Work request: With the line containing "def __exit__(self, *exc: object)" as the first and the final line of the entries as the last, repeat exactly the lines in that span, including both.

Data extracted from a collection
* * *

def correlation_table(frame: pd.DataFrame) -> Group | None:
    """Spearman correlations (a :func:`~compartments.summaries.covariate_correlations` frame); None if empty."""
    if frame.empty:
        return None
    model = frame.attrs.get("model", "")
    covs = list(dict.fromkeys(frame["covariate"]))
    t = _table(f"{model}: Spearman rank correlation with covariates, ρ (p, n)")
    t.add_column("")
    for c in covs:
        t.add_column(c, justify="right")
    for name in dict.fromkeys(frame["parameter"]):
        cells = []
        for c in covs:
            r = frame[(frame["parameter"] == name) & (frame["covariate"] == c)].iloc[0]
            cells.append(f"{fmt(r['rho'], 2)} ({_p(r['p_exploratory'])}, {int(r['n'])})")
        t.add_row(str(name), *cells)
    # one row per parameter and covariate, for consoles too narrow for a column per covariate
    narrow = _table(f"{model}: Spearman rank correlation with covariates")
    narrow.add_column("", overflow="fold")
    narrow.add_column("covariate", overflow="fold")
    narrow.add_column("ρ", justify="right")
    narrow.add_column("p", justify="right")
    narrow.add_column("n", justify="right")
    names = list(dict.fromkeys(frame["parameter"]))
    for name in names:
        for k, c in enumerate(covs):
            r = frame[(frame["parameter"] == name) & (frame["covariate"] == c)].iloc[0]
            narrow.add_row(str(name) if k == 0 else "", c, fmt(r["rho"], 2), _p(r["p_exploratory"]), str(int(r["n"])),
                           end_section=k == len(covs) - 1)
    return _with_note(WidthAware(t, [narrow]), f"p-values (Spearman, scipy.stats) are {EXPLORATORY}.")


def cohort_panel(cohort: Any, study: Any = None, group_by: str | None = None, *,
                 criterion: str | None = None) -> Group:
    """The cohort part of the report: model preference, failures, estimates across
    subjects per model, and — with covariates — group tests and correlations.

    Parameters
    ----------
    cohort : CohortResult or sequence of fits
    study : Study, optional
        Gives the covariates (none without it).
    group_by : str, optional
        A covariate to split the subjects by.
    criterion : {"aic", "aicc", "bic"}, optional
        Default the cohort's own (``settings["criterion"]``), else AIC.

    Raises
    ------
    UsageError
        ``group_by`` is not a covariate of the study.
    """
    fits = list(cohort.fits) if hasattr(cohort, "fits") else list(cohort)
    settings = getattr(cohort, "settings", {}) or {}
    criterion = criterion or settings.get("criterion", "aic")
    models = list(getattr(cohort, "models", ())) or list(dict.fromkeys(f.template for f in fits))
    covariates = study_covariates(study) if study is not None else {}
    if group_by is not None and not any(group_by in c for c in covariates.values()):
        names = sorted({k for c in covariates.values() for k in c})
        raise UsageError(f"--group-by {group_by!r}: no such covariate; the study has {', '.join(names) or 'none'}")
    parts: list[RenderableType] = []
    if len(models) > 1:
        parts.append(preference_table(model_preference(fits, criterion)))
    fail = failures_table(failures(fits))
    if fail is not None:
        parts.append(fail)
    for m in models:
        if sum(f.ok for f in fits if f.template == m) < 2:
            continue
        parts.append(summary_table(parameter_summary(fits, m)))
        if group_by is not None:
            parts.append(group_table(group_summary(fits, covariates, group_by, m),
                                     group_tests(fits, covariates, group_by, m)))
        corr = correlation_table(covariate_correlations(fits, covariates, m)) if covariates else None
        if corr is not None:
            parts.append(corr)
    if not parts:
        parts.append(Text("Too few successful fits for a summary across subjects."))
    return Group(*parts)


# --------------------------------------------------------------------------- progress


class CohortProgress:
    """A rich progress bar for :func:`~compartments.cohort.run_cohort`: done/total,
    failures so far, time left. Use it as a context manager and pass it as ``progress``.

    Parameters
    ----------
    console : rich.console.Console, optional
        Default a console on stderr.
    description : str
    transient : bool
        Remove the bar when done.

    Examples
    --------
    >>> from io import StringIO
    >>> with CohortProgress(Console(file=StringIO(), width=80)) as bar:
    ...     bar(0, 4, 0); bar(3, 4, 1)
    >>> bar.done, bar.failed
    (3, 1)
    """

    def __init__(self, console: Console | None = None, description: str = "fitting", transient: bool = False):
        self.console = console if console is not None else Console(stderr=True)
        self._bar = Progress(TextColumn("{task.description}"), BarColumn(), MofNCompleteColumn(),
                             TextColumn("{task.fields[failed]} failed"), TextColumn("·"), TimeRemainingColumn(),
                             TextColumn("left"), console=self.console, transient=transient)
        self._task: Any = None
        self._description = description
        self.done = 0
        self.failed = 0
        self.started = time.monotonic()

    def __enter__(self) -> CohortProgress:
        self._bar.start()
        return self

    def __exit__(self, *exc: object) -> None:
        self._bar.stop()

    def __call__(self, done: int, total: int, failed: int) -> None:
        self.done, self.failed = done, failed
        if self._task is None:
            # fits taken from a resumed run count as done from the start, not as speed
            self._task = self._bar.add_task(self._description, total=total, completed=done, failed=failed)
        else:
            self._bar.update(self._task, completed=done, total=total, failed=failed)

* * *

Task answer:
    def __exit__(self, *exc: object) -> None:
        self._bar.stop()

    def __call__(self, done: int, total: int, failed: int) -> None:
        self.done, self.failed = done, failed
        if self._task is None:
            # fits taken from a resumed run count as done from the start, not as speed
            self._task = self._bar.add_task(self._description, total=total, completed=done, failed=failed)
        else:
            self._bar.update(self._task, completed=done, total=total, failed=failed)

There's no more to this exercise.